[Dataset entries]
^^^^^^^^^^^^^^^^
"""The numbers behind a drawing: where each boundary, element, stop and ray sits in the plane.

Pure geometry (no plotting), so it can be tested without matplotlib. Positions are global: z
along the axis (light starts in +z), y up. Each vertex sits where the gaps, walked along the
current sense of travel, put it, so a mirror folds the path back on itself exactly as the light
goes. Rays are the paraxial marginal ray (axial object point to the edge of the stop) and chief
ray (edge of the field through the centre of the stop), drawn ending on the surface profiles.
"""

from __future__ import annotations

import math
from dataclasses import dataclass, field, replace

import numpy as np

from ..engines import paraxial
from ..engines.firstorder import FirstOrder, Unavailable, first_order
from ..engines.paraxial import TRANSFER, Step
from ..errors import LayoutError, LayoutValueError
from ..system import IDEAL, MIRROR, System

__all__ = ["Profile", "Element", "RayPath", "BeamEnvelope", "CrossSection", "cross_section",
           "sag", "beam_envelope"]

#: Extra room beyond the ray bundle when no clear diameter is given (the glass is never cut
#: exactly at the ray): common practice in drawings, the value is ours.
APERTURE_MARGIN = 1.1


def sag(curvature: float, height: np.ndarray) -> np.ndarray:
    """The sag of a sphere of this curvature at these heights (0 for a plane)."""
    height = np.asarray(height, dtype=float)
    if curvature == 0:
        return np.zeros_like(height)
    root = np.sqrt(np.clip(1 - (curvature * height) ** 2, 0, None))
    return curvature * height ** 2 / (1 + root)


@dataclass(frozen=True)
class Profile:
    """One boundary as drawn: its vertex, curvature and the semi-aperture it is drawn to."""

    name: str
    kind: str
    z: float
    curvature: float
    semi_aperture: float
    sense_in: int  # the sense of travel of the light arriving at it
    from_clear_diameter: bool
    power: float = 0.0

    def points(self, samples: int = 41) -> tuple[np.ndarray, np.ndarray]:
        """(z, y) along the profile from -semi_aperture to +semi_aperture."""
        y = np.linspace(-self.semi_aperture, self.semi_aperture, samples)
        return self.z + sag(self.curvature, y), y

    def z_at(self, y: float) -> float:
        """Where the profile is at height y (clamped to the aperture: a flat rim beyond)."""
        limited = max(-self.semi_aperture, min(self.semi_aperture, y))
        return float(self.z + sag(self.curvature, np.array(limited)))


@dataclass(frozen=True)
class Element:
    """A piece of material between two boundaries (a lens element or a plate)."""

    first: int
    second: int
    medium: str
    edge: float  # the semi-height of its rim

    def outline(self, profiles: list[Profile], samples: int = 41) -> tuple[np.ndarray, np.ndarray]:
        """A closed outline: down the first face, up the second, with flat rims where one
        face is smaller than the rim."""
        y = np.linspace(-self.edge, self.edge, samples)
        a, b = profiles[self.first], profiles[self.second]
        za = np.array([a.z_at(v) for v in y])
        zb = np.array([b.z_at(v) for v in y[::-1]])
        return np.concatenate([za, zb, za[:1]]), np.concatenate([y, y[::-1], y[:1]])


@dataclass(frozen=True)
class RayPath:
    """One drawn ray: its role (marginal or chief), wavelength label and (z, y) points."""

    role: str
    label: str
    z: tuple[float, ...]
    y: tuple[float, ...]
    #: for a virtual image: the backward extension from the last boundary to the image
    virtual_z: tuple[float, ...] = ()
    virtual_y: tuple[float, ...] = ()


@dataclass(frozen=True)
class BeamEnvelope:
    """The Gaussian beam's 1/e² radius along the path, in global coordinates (a mirror folds
    it back like the rays), and its waists as (z, radius, words)."""

    z: tuple[float, ...]
    radius: tuple[float, ...]
    waists: tuple[tuple[float, float, str], ...] = ()


@dataclass(frozen=True)
class CrossSection:
    """Everything a drawing shows, in global coordinates."""

    title: str
    units: str
    profiles: list[Profile]
    elements: list[Element]
    rays: list[RayPath]
    stop: tuple[float, float] | None  # (z, semi-diameter)
    image: tuple[float, float] | None  # (z, semi-height of the drawn image plane)
    object_plane: tuple[float, float] | None  # (z, height) when the object is drawn
    notes: list[str] = field(default_factory=list)
    beam: BeamEnvelope | None = None  # a layout with a Gaussian beam

    def extent(self) -> tuple[float, float, float]:
        """(z min, z max, largest |y|) of everything drawn."""
        zs = [p.z for p in self.profiles]
        ys = [p.semi_aperture for p in self.profiles]
        for ray in self.rays:
            zs.extend(ray.z + ray.virtual_z)
            ys.extend(abs(v) for v in ray.y + ray.virtual_y)
        for item in (self.stop, self.image, self.object_plane):
            if item is not None:
                zs.append(item[0])
                ys.append(abs(item[1]))
        if self.beam is not None:
            zs.extend((min(self.beam.z), max(self.beam.z)))
            ys.append(max(self.beam.radius))
        return min(zs), max(zs), max(ys) if ys else 1.0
^^^^^^^^^^^^^^^^
Could the data above be set down exactly, in full?

> [EXERCISE OUTPUT]:
"""The numbers behind a drawing: where each boundary, element, stop and ray sits in the plane.

Pure geometry (no plotting), so it can be tested without matplotlib. Positions are global: z
along the axis (light starts in +z), y up. Each vertex sits where the gaps, walked along the
current sense of travel, put it, so a mirror folds the path back on itself exactly as the light
goes. Rays are the paraxial marginal ray (axial object point to the edge of the stop) and chief
ray (edge of the field through the centre of the stop), drawn ending on the surface profiles.
"""

from __future__ import annotations

import math
from dataclasses import dataclass, field, replace

import numpy as np

from ..engines import paraxial
from ..engines.firstorder import FirstOrder, Unavailable, first_order
from ..engines.paraxial import TRANSFER, Step
from ..errors import LayoutError, LayoutValueError
from ..system import IDEAL, MIRROR, System

__all__ = ["Profile", "Element", "RayPath", "BeamEnvelope", "CrossSection", "cross_section",
           "sag", "beam_envelope"]

#: Extra room beyond the ray bundle when no clear diameter is given (the glass is never cut
#: exactly at the ray): common practice in drawings, the value is ours.
APERTURE_MARGIN = 1.1


def sag(curvature: float, height: np.ndarray) -> np.ndarray:
    """The sag of a sphere of this curvature at these heights (0 for a plane)."""
    height = np.asarray(height, dtype=float)
    if curvature == 0:
        return np.zeros_like(height)
    root = np.sqrt(np.clip(1 - (curvature * height) ** 2, 0, None))
    return curvature * height ** 2 / (1 + root)


@dataclass(frozen=True)
class Profile:
    """One boundary as drawn: its vertex, curvature and the semi-aperture it is drawn to."""

    name: str
    kind: str
    z: float
    curvature: float
    semi_aperture: float
    sense_in: int  # the sense of travel of the light arriving at it
    from_clear_diameter: bool
    power: float = 0.0

    def points(self, samples: int = 41) -> tuple[np.ndarray, np.ndarray]:
        """(z, y) along the profile from -semi_aperture to +semi_aperture."""
        y = np.linspace(-self.semi_aperture, self.semi_aperture, samples)
        return self.z + sag(self.curvature, y), y

    def z_at(self, y: float) -> float:
        """Where the profile is at height y (clamped to the aperture: a flat rim beyond)."""
        limited = max(-self.semi_aperture, min(self.semi_aperture, y))
        return float(self.z + sag(self.curvature, np.array(limited)))


@dataclass(frozen=True)
class Element:
    """A piece of material between two boundaries (a lens element or a plate)."""

    first: int
    second: int
    medium: str
    edge: float  # the semi-height of its rim

    def outline(self, profiles: list[Profile], samples: int = 41) -> tuple[np.ndarray, np.ndarray]:
        """A closed outline: down the first face, up the second, with flat rims where one
        face is smaller than the rim."""
        y = np.linspace(-self.edge, self.edge, samples)
        a, b = profiles[self.first], profiles[self.second]
        za = np.array([a.z_at(v) for v in y])
        zb = np.array([b.z_at(v) for v in y[::-1]])
        return np.concatenate([za, zb, za[:1]]), np.concatenate([y, y[::-1], y[:1]])


@dataclass(frozen=True)
class RayPath:
    """One drawn ray: its role (marginal or chief), wavelength label and (z, y) points."""

    role: str
    label: str
    z: tuple[float, ...]
    y: tuple[float, ...]
    #: for a virtual image: the backward extension from the last boundary to the image
    virtual_z: tuple[float, ...] = ()
    virtual_y: tuple[float, ...] = ()


@dataclass(frozen=True)
class BeamEnvelope:
    """The Gaussian beam's 1/e² radius along the path, in global coordinates (a mirror folds
    it back like the rays), and its waists as (z, radius, words)."""

    z: tuple[float, ...]
    radius: tuple[float, ...]
    waists: tuple[tuple[float, float, str], ...] = ()


@dataclass(frozen=True)
class CrossSection:
    """Everything a drawing shows, in global coordinates."""

    title: str
    units: str
    profiles: list[Profile]
    elements: list[Element]
    rays: list[RayPath]
    stop: tuple[float, float] | None  # (z, semi-diameter)
    image: tuple[float, float] | None  # (z, semi-height of the drawn image plane)
    object_plane: tuple[float, float] | None  # (z, height) when the object is drawn
    notes: list[str] = field(default_factory=list)
    beam: BeamEnvelope | None = None  # a layout with a Gaussian beam

    def extent(self) -> tuple[float, float, float]:
        """(z min, z max, largest |y|) of everything drawn."""
        zs = [p.z for p in self.profiles]
        ys = [p.semi_aperture for p in self.profiles]
        for ray in self.rays:
            zs.extend(ray.z + ray.virtual_z)
            ys.extend(abs(v) for v in ray.y + ray.virtual_y)
        for item in (self.stop, self.image, self.object_plane):
            if item is not None:
                zs.append(item[0])
                ys.append(abs(item[1]))
        if self.beam is not None:
            zs.extend((min(self.beam.z), max(self.beam.z)))
            ys.append(max(self.beam.radius))
        return min(zs), max(zs), max(ys) if ys else 1.0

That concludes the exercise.